Floor to bottom of grow area: 2"
Reservoir: 12"
Grow chamber 10"
Max Plant height: 41"
Plant to light gap: 12"
Light height: 8"
Fire safety gap above light: 12"

This adds up to a fraction over 8 feet in height without the top shelf.

You need to lose that, and do your clones somewhere else.

Also, when your lights are at max height, you need your intake and exhaust fans to be clear, so the exhaust would have to be at the very top of the cabinet for best results and the intake at the bottom, just above your grow chamber.

With major LST, you could still pull in a harvest of about a half pound if your real careful and max out your area.

Was I clear about your height restrictions? Hydro takes a lot of room because of your reservoir and grow chambers having to be on top of each other.

This is all guesses on your light height etc.

Let me know how you want to proceed man.

Good luck!


----------



## Smokin' Stang (Dec 26, 2006)

Thanks alot stoney i was hoping you would come in here!!! 

I WILL move the exhaust and intake ducts to the top of the cabinet...thanks on that!

Also what is LST>? and I can just use dryer duct for the exhaust right? 

Also stoney, how many plants do you think i could use in this big of an area? i was thinking 5-6

So weatherstripping around the door areas will work perfect, and ill get some mylar to line the cabinet inside...What size HPS light do you reccomend for that size chamber? We have limeted space so ALL growing will be done in this closet lol
If im going to spend the $$$$$ on the HPS light...can i use that light to start my babies off or will it be too much...


----------



## Smokin' Stang (Dec 26, 2006)

Also on the exhaust side...If i just mold a charcoal filter to the top...and run the exhaust through there i don't think i will have an odor issue.


----------



## Stoney Bud (Dec 26, 2006)

MM:Thanks a lot stoney i was hoping you would come in here!!! 
I WILL move the exhaust and intake ducts to the top of the cabinet...thanks on that!

SB: The exhaust at the top, intake at the bottom. The intake could be passive, but a fan would extend the life of both fans. Make sure they're both the same CFM.

MM: Also what is LST>? 

SB: Basically, Low Stress Training, (LST) is bending the plant tops over to make better use of your area.

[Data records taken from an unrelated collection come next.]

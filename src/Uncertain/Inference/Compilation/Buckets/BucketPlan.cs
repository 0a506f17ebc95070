using Uncertain.Numerics;

namespace Uncertain.Inference.Compilation.Buckets;

/// <summary>
/// In which order the vertices of a network are eliminated, which variables each bucket has, and what that costs. A bucket belongs
/// to one vertex and has that vertex and the neighbours that remain when it goes.
/// </summary>
internal sealed class BucketPlan
{
    // Beyond, the place of a state does not fit.
    private const int MostBits = 28;

    private readonly SparseGraph _graph;
    private readonly int[] _position;

    private BucketPlan(SparseGraph graph, EliminationTree tree, int[] bits)
    {
        _graph = graph;
        Bits = bits;
        Parents = tree.Parents;
        _position = new int[bits.Length];
        for (int i = 0; i < bits.Length; i++)
        {
            _position[tree.Order[i]] = i;
        }

        Order = [];
    }

    /// <summary>Bits of each vertex.</summary>
    public int[] Bits { get; }

    /// <summary>The vertex whose bucket takes what a bucket leaves; -1 for none.</summary>
    public int[] Parents { get; }

    /// <summary>All vertices, each behind its whole branch, and the dearest branch of a vertex first.</summary>
    public int[] Order { get; private set; }

    /// <summary>States of buckets to be visited.</summary>
    public double Cost { get; private set; }

    /// <summary>States that are held at one time.</summary>
    public long Peak { get; private set; }

    /// <summary>Null if a bucket has too many states.</summary>
    public static BucketPlan? TryMake(TermNetwork network, CompilationBudget budget)
    {
        SparseGraph graph = network.Graph(budget);
        var bits = new int[network.VertexCount];
        for (int vertex = 0; vertex < bits.Length; vertex++)
        {
            bits[vertex] = network.Bits(vertex);
        }

        EliminationTree tree = EliminationTree.Build(graph, budget);
        var plan = new BucketPlan(graph, tree, bits);
        return plan.TryMeasure(tree.Order) ? plan : null;
    }

    /// <summary>When a vertex is eliminated.</summary>
    public int Position(int vertex) => _position[vertex];

    /// <summary>The neighbours that remain when a vertex is eliminated, the first to go first.</summary>
    public ReadOnlySpan<int> Separator(int vertex) => _graph.Neighbours[vertex].AsSpan(0, _graph.Degrees[vertex]);

    private bool TryMeasure(int[] order)
    {
        int count = order.Length;
        var size = new long[count];
        foreach (int v in order)
        {
            Span<int> separator = _graph.Neighbours[v].AsSpan(0, _graph.Degrees[v]);
            SortByPosition(separator);
            int bits = Bits[v];
            foreach (int u in separator)
            {
                bits += Bits[u];
            }

            if (bits > MostBits)
            {
                return false;
            }

            size[v] = Math.Max(FourExtended.Count, 1L << bits);
            Cost += size[v] * (Parents[v] < 0 ? 1 : 2);
        }

        // Need of a branch: its dearest child has the place alone; the others beside the bucket that takes them all.
        var need = new long[count];
        var dearest = new int[count];
        var others = new long[count];
        Array.Fill(dearest, -1);
        foreach (int v in order)
        {
            long own = Math.Max(size[v], others[v] == 0 ? 0 : size[v] + others[v]);
            need[v] = Math.Max(own, dearest[v] < 0 ? 0 : need[dearest[v]]);
            int parent = Parents[v];
            if (parent < 0)
            {
                Peak = Math.Max(Peak, need[v]);
            }
            else if (dearest[parent] < 0 || need[v] > need[dearest[parent]])
            {
                others[parent] = Math.Max(others[parent], dearest[parent] < 0 ? 0 : need[dearest[parent]]);
                dearest[parent] = v;
            }
            else
            {
                others[parent] = Math.Max(others[parent], need[v]);
            }
        }

        Order = BranchesFirst(order, dearest);
        return true;
    }

    // Backwards, every vertex before its branches and the dearest of these last.
    private int[] BranchesFirst(int[] order, int[] dearest)
    {
        int count = order.Length;
        int[] next = new int[count];
        int[] child = new int[count];
        Array.Fill(child, -1);
        int roots = -1;
        foreach (int v in order)
        {
            int parent = Parents[v];
            if (parent >= 0 && dearest[parent] == v)
            {
                continue;
            }

            ref int list = ref parent < 0 ? ref roots : ref child[parent];
            next[v] = list;
            list = v;
        }

        int[] result = new int[count];
        int free = count;
        var pending = new Stack<int>();
        PushAll(roots);
        while (pending.TryPop(out int v))
        {
            result[--free] = v;
            if (dearest[v] >= 0)
            {
                pending.Push(dearest[v]);
            }

            PushAll(child[v]);
        }

        return result;

        void PushAll(int first)
        {
            for (int v = first; v >= 0; v = next[v])
            {
                pending.Push(v);
            }
        }
    }

    private void SortByPosition(Span<int> vertices)
    {
        for (int i = 1; i < vertices.Length; i++)
        {
            int v = vertices[i];
            int j = i - 1;
            while (j >= 0 && _position[vertices[j]] > _position[v])
            {
                vertices[j + 1] = vertices[j];
                j--;
            }

            vertices[j + 1] = v;
        }
    }
}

You gently bend the tops over and restrain them so that the top is lower than the next branching on the same stem. This makes the other branches grow much faster and gives you more tips.

MM: I can just use dryer duct for the exhaust right?

SB: Sure. Make sure it exhausts in a MJ friendly area.

MM: Also stoney, how many plants do you think i could use in this big of an area? i was thinking 5-6

SB: The minimum area is one square foot per/plant. I would grow no more than 4 in that small of an area. One would do it with LST.

MM: So weatherstripping around the door areas will work perfect

SB: Yes.

MM: ill get some mylar to line the cabinet inside...

SB: Flat white paint will work almost as well and is way easier to maintain.

MM: What size HPS light do you recommend for that size chamber? We have limited space so ALL growing will be done in this closet lol
If I'm going to spend the $$$$$ on the HPS light...can i use that light to start my babies off or will it be too much...

SB: Two 150 watt HPS would be perfect. Make sure you have remote ballasts.


----------



## papasoulfart (Dec 27, 2006)

I don't think you need the air pump for an ebb and flo.  The rush of water that goes back to the res should churn enough air into your nutes


----------



## Stoney Bud (Dec 27, 2006)

papasoulfart said:
			
		

> I don't think you need the air pump for an ebb and flo. The rush of water that goes back to the res should churn enough air into your nutes


That's very true man. The primary way that ebb and flow provides oxygen is from the dry cycle. As the water level drops in the grow chamber when the pump quits running, oxygen is drawn down to the very bottom of the grow chamber. This provides all the oxygen that is needed for the plants.

I have my return positioned so that it splashes with force into the reservoir to provide the equal mixing of nutrients in the solution. This is because I add a gallon a day to my solution.

This return does help aerate the water also, but really isn't needed for that because of the way ebb and flow works.

The airstone isn't needed at all.


----------



## Smokin' Stang (Dec 27, 2006)

Thanks! That will save some $$$ 

Do you have a pic of the return?


----------



## Stoney Bud (Dec 27, 2006)

Mustangman70 said:
			
		

> Thanks! That will save some $$$
> 
> Do you have a pic of the return?


 
Yep, It doesn't show much, but that's really the "KIS" principle in practice.

I've Kept It Simple.


----------



## Smokin' Stang (Dec 27, 2006)

Cool thats the type of return i had it mind


----------



## KADE (Dec 28, 2006)

Stoney Bud said:
			
		

> Yep, It doesn't show much, but that's really the "KIS" principle in practice.
> 
> I've Kept It Simple.


 
ahhh some inside looks of the SB!  Looks like mine... but a lil different... (mine is all black)


----------